Yaklaşık çeyrek inç çapındaki yama, aptamer adı verilen mühendislik ürünü DNA şeritlerini kullanarak ilaçları tespit ediyor. Bir aptamer belirli bir hedef molekülle temas ettiğinde şekil değiştiriyor. Cihazda, aptamerlerin bir ucu mikroiğne üzerinde biriken altın nanopartiküllere tutturulmuştur. Aptamerlerin diğer ucu ise, aptamerler şekil değiştirdiğinde ölçülebilir sinyaller üreten özel moleküllere bağlanır. Klinik sınıf akupunktur iğnelerinin kesilmesiyle elde edilen mikroiğnelerin açıkta kalan kısmı sadece yarım milimetre uzunluğunda.
Araştırmacılar cihazı sıçanlarda üç farklı dozda antibiyotik tobramisin kullanarak değerlendirdiler. Bandın ilaç konsantrasyonu ölçümlerinin geleneksel kan testleriyle elde edilenlerle korele olduğunu buldular. Yamanın vücuttaki en yüksek ilaç konsantrasyonu ölçümü ki bu bir doz uygulandıktan sonraki ilk 12 ila 20 dakika içinde gerçekleşir, bir saat veya daha uzun bir süre boyunca vücuda ne kadar ilacın etkili bir şekilde verildiğini tahmin etmek için kullanılabilir.
Yakın zamanda UCLA’dan doktorasını alan başyazar Shuyu Lin, “Bu deneyler sadece sensör okumalarımızın güvenilir olduğunu göstermekle kalmadı, aynı zamanda minimal invaziv ölçümleri kanda dolaşan ilaç konsantrasyonuyla ilişkilendirmeye yönelik modellerimizi de doğruladı” dedi.
Yazarlar, yamayı üretecek malzemelerin birim başına 2 dolardan daha aza mal olacağını tahmin ediyor ve bu da büyük ölçekte uygun maliyetli bir şekilde üretilebileceğini gösteriyor. Gelecekteki çalışmalar, klinik deneylere geçmeden önce yamanın optimize edilmesine ve güvenliğinin daha fazla analiz edilmesine odaklanacak. Bu araştırma kısmen CNSI’nin Noble Ailesi İnovasyon Fonu’ndan sağlanan bir hibe ile finanse edilecek.

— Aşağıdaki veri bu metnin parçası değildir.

// hasFault looks in a survey document for a whole fault of that identifier and level.
func hasFault(t *testing.T, doc []byte, id string, level fault.Level) bool {
	t.Helper()
	var d struct {
		Runs []struct{ Faults []fault.Fault }
		Left []fault.Fault `json:"left_out"`
	}
	if err := json.Unmarshal(doc, &d); err != nil {
		t.Errorf("the survey is not JSON: %v", err)
		return false
	}
	all := d.Left
	for _, r := range d.Runs {
		all = append(all, r.Faults...)
	}
	for _, f := range all {
		if f.ID == id && f.Level == level {
			if f.File == "" || f.Found == "" || f.Expected == "" || f.Remedy == "" || filepath.IsAbs(f.File) {
				t.Errorf("the fault does not say file, found, expected and remedy: %+v", f)
			}
			return true
		}
	}
	return false
}

// An accepted fault is recorded, and processing goes on with the sidecar's value.
func TestAcceptedFaultIsRecorded(t *testing.T) {
	dir, out := filepath.Join(t.TempDir(), "raw"), filepath.Join(t.TempDir(), "out")
	key("RepetitionTime", 2.1)(dir)
	if code, stdout, stderr := run("steady", dir, out, "--accept", "tr-mismatch"); code != 0 {
		t.Fatal(dump(code, stdout, stderr))
	}
	side := mustRead(t, filepath.Join(out, theRun+"_desc-steady_bold.json"))
	if !bytes.Contains(side, []byte(`"RepetitionTime": 2.1`)) {
		t.Errorf("the sidecar's value did not win: %s", side)
	}
	h, err := nifti.ReadHeader(filepath.Join(out, theRun+"_desc-steady_bold.nii.gz"))
	if err != nil {
		t.Fatal(err)
	}
	// float32 in the file
	if sec, _ := h.SecondsPerVolume(); sec != float64(float32(2.1)) {
		t.Errorf("the header says %g s, against its own sidecar", sec)
	}
	prov := mustRead(t, filepath.Join(out, theRun+"_desc-steady_prov.json"))
	if bytes.Count(prov, []byte("tr-mismatch")) < 2 { // in the settings, and as a fault of this run
		t.Error("the accepted fault is not in the record")
	}
}

// A file that changes between the plan and the reading: another process holds
// the run, so that steady waits with its plan made; then the image changes; then the run is free.
func TestInputChanged(t *testing.T) {
	for _, name := range []string{"_bold.nii", "_bold.json"} {
		dir, out := filepath.Join(t.TempDir(), "raw"), filepath.Join(t.TempDir(), "out")
		with(func(*sailor) {})(dir)
		claim(t, out)
		if err := os.MkdirAll(filepath.Join(out, "sub-01/func"), 0o755); err != nil {
			t.Fatal(err)
		}
		lock, err := os.OpenFile(filepath.Join(out, "sub-01/func/."+theStem+".lock"), os.O_CREATE|os.O_RDWR, 0o644)
		if err != nil {
			t.Fatal(err)
		}
		if err := unix.Flock(int(lock.Fd()), unix.LOCK_EX); err != nil {
			t.Fatal(err)
		}
		waiting := &watch{sign: "waiting for it", seen: make(chan struct{})}
		var stdout bytes.Buffer
		done := make(chan int)
		go func() {
			done <- Run([]string{"evenkeel", "steady", dir, out}, strings.NewReader(""), &stdout, waiting)
		}()
		select {
		case <-waiting.seen:
		case code := <-done:
			t.Fatalf("a run held by another was not waited for: %s", dump(code, stdout.String(), waiting.String()))
		case <-time.After(20 * time.Second):
			t.Fatal("nothing was said of waiting")
		}
		full := filepath.Join(dir, theRun+name)
		data := mustRead(t, full)
		data[len(data)-3] ^= 1
		if err := os.WriteFile(full, data, 0o644); err != nil {
			t.Fatal(err)
		}
		lock.Close()
		if code := <-done; code != 65 || !strings.Contains(waiting.String(), "evenkeel: input-changed: "+theRun+name) {
			t.Error(dump(code, stdout.String(), waiting.String()))
		}
		if got := outputs(filepath.Join(out, "sub-01")); len(got) > 0 {
			t.Errorf("left behind: %v", got)
		}
	}
}

// 40 malformed inputs: each gives 65, a fault, and no trace of Go.
func TestMalformedInputs(t *testing.T) {
	good := newSailor().image()
	packed := newSailor()
	packed.gzip = true
	gz := packed.image()
	at := func(off int, b ...byte) []byte {
		out := slices.Clone(good)
		copy(out[off:], b)
		return out
	}
	image := func(b []byte) func(string) { return raw(map[string][]byte{theRun + "_bold.nii": b}) }
	zip := func(b []byte) func(string) {
		return raw(map[string][]byte{theRun + "_bold.nii": nil, theRun + "_bold.nii.gz": b})
	}
	side := func(text string) func(string) { return raw(map[string][]byte{theRun + "_bold.json": []byte(text)}) }
	damaged := func(i int) []byte {
		out := slices.Clone(gz)
		out[i] ^= 0xff
		return out
	}
	// Offsets: nifti1.h.
	cases := map[string]func(string){
		"empty image":              image([]byte{}),
		"one byte":                 image([]byte{0}),
		"half a header":            image(good[:174]),
		"header only":              image(good[:348]),
		"header and flag only":     image(good[:352]),
		"one byte short":           image(good[:len(good)-1]),
		"one byte long":            image(append(slices.Clone(good), 0)),
		"text instead of image":    image([]byte(strings.Repeat("ahoy ", 200))),
		"sizeof_hdr wrong":         image(at(0, 0xff)),
		"magic missing":            image(at(344, 0, 0, 0, 0)),
		"pair magic in one file":   image(at(344, 'n', 'i', '1', 0)),
		"dim[0] is 0":              image(at(40, 0, 0)),
		"dim[0] is 9":              image(at(40, 9, 0)),
		"dim[1] is 0":              image(at(42, 0, 0)),
		"dim[2] negative":          image(at(44, 0xff, 0xff)),
		"dims of a petabyte":       image(at(42, 0xff, 0x7f, 0xff, 0x7f, 0xff, 0x7f, 0xff, 0x7f)),
		"five dimensions":          image(at(40, 5, 0, 20, 0, 24, 0, 16, 0, 4, 0, 2, 0)),
		"datatype 0":               image(at(70, 0, 0)),
		"datatype complex":         image(at(70, 32, 0, 64, 0)),
		"datatype RGB":             image(at(70, 128, 0, 24, 0)),
		"bitpix disagrees":         image(at(72, 16, 0)),
		"vox_offset 352.5":         image(at(108, 0, 0x40, 0xb0, 0x43)),
		"vox_offset NaN":           image(at(108, 0, 0, 0xc0, 0x7f)),
		"vox_offset past the end":  image(at(108, 0, 0, 0, 0x7f)),
		"slope finite, inter NaN":  image(at(112, 0, 0, 0, 0x40, 0, 0, 0xc0, 0x7f)),
		"affine singular":          image(at(280, make([]byte, 48)...)),
		"affine not finite":        image(at(280, 0, 0, 0xc0, 0x7f)),
		"values not finite":        image(at(len(good)-4, 0, 0, 0x80, 0x7f)),
		"gzip of nothing":          zip([]byte{}),
		"gzip cut short":           zip(gz[:len(gz)/2]),
		"gzip without its trailer": zip(gz[:len(gz)-8]),
		"gzip header damaged":      zip(damaged(0)),
		"gzip body damaged":        zip(damaged(len(gz) / 3)),
		"gzip checksum damaged":    zip(damaged(len(gz) - 6)),
		"plain bytes named .gz":    zip(good),
		"sidecar empty":            side(""),
		"sidecar not JSON":         side("RepetitionTime = 2"),
		"sidecar cut short":        side(`{"RepetitionTime": 2, "SliceTi`),
		"sidecar an array":         side(`[1, 2]`),
		"sidecar key twice":        side(`{"RepetitionTime": 2, "RepetitionTime": 2}`),
		"sidecar wrong type":       side(`{"RepetitionTime": "2", "SliceTiming": [0]}`),
		"sidecar deep":             side(strings.Repeat(`{"a":`, 100000)),
		"sidecar huge number":      side(`{"RepetitionTime": 1e400}`),
		"sidecar not UTF-8":        side("{\"RepetitionTime\": 2, \"TaskName\": \"\xff\xfe\"}"),
		"slice times of words":     side(`{"RepetitionTime": 2, "SliceTiming": ["a"]}`),
	}
	if len(cases) < 40 {
		t.Errorf("%d cases", len(cases))
	}
	for _, name := range slices.Sorted(maps.Keys(cases)) {
		build := cases[name]
		t.Run(name, func(t *testing.T) {
			t.Parallel()
			dir := filepath.Join(t.TempDir(), "raw")
			out := filepath.Join(filepath.Dir(dir), "out")
			build(dir)
			code, stdout, stderr := run("steady", dir, out)
			noTrace(t, stdout+stderr)
			if code != 65 {
				t.Error(dump(code, stdout, stderr))
			}
			named := false
			for line := range strings.Lines(stderr) {
				id, _, _ := strings.Cut(strings.TrimPrefix(line, "evenkeel: "), ":")
				k, ok := fault.Lookup(id)
				named = named || ok && k.Level == fault.Refuse
			}
			if !named {
				t.Errorf("no message begins with a fault: %s", stderr)
			}
			if got := outputs(filepath.Join(out, "sub-01")); len(got) > 0 {
				t.Errorf("left behind: %v", got)
			}
		})
	}
}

UCLA yüksek lisans öğrencileri Xuanbing Cheng ve Jialun Zhu. UCLA’nın diğer yazarları ise eski doktora sonrası araştırmacılar Bo Wang ve Yichao Zhao; yüksek lisans öğrencileri Tsung-Yu Wu, Jiawei Tan ve Wenzhong Yan; lisans öğrencileri Justin Yeung ve Sarah Forman; araştırma görevlisi David Jelinek; kısa süre önce lisans derecesi alan Abraham Horrillo ve moleküler, hücre ve gelişim biyolojisi ve biyolojik kimya profesörü Hilary Coller. Çalışma Ulusal Bilim Vakfı, Beyin ve Davranış Vakfı, Melanom Araştırma İttifakı ve UCLA İnovasyon Fonu tarafından desteklendi.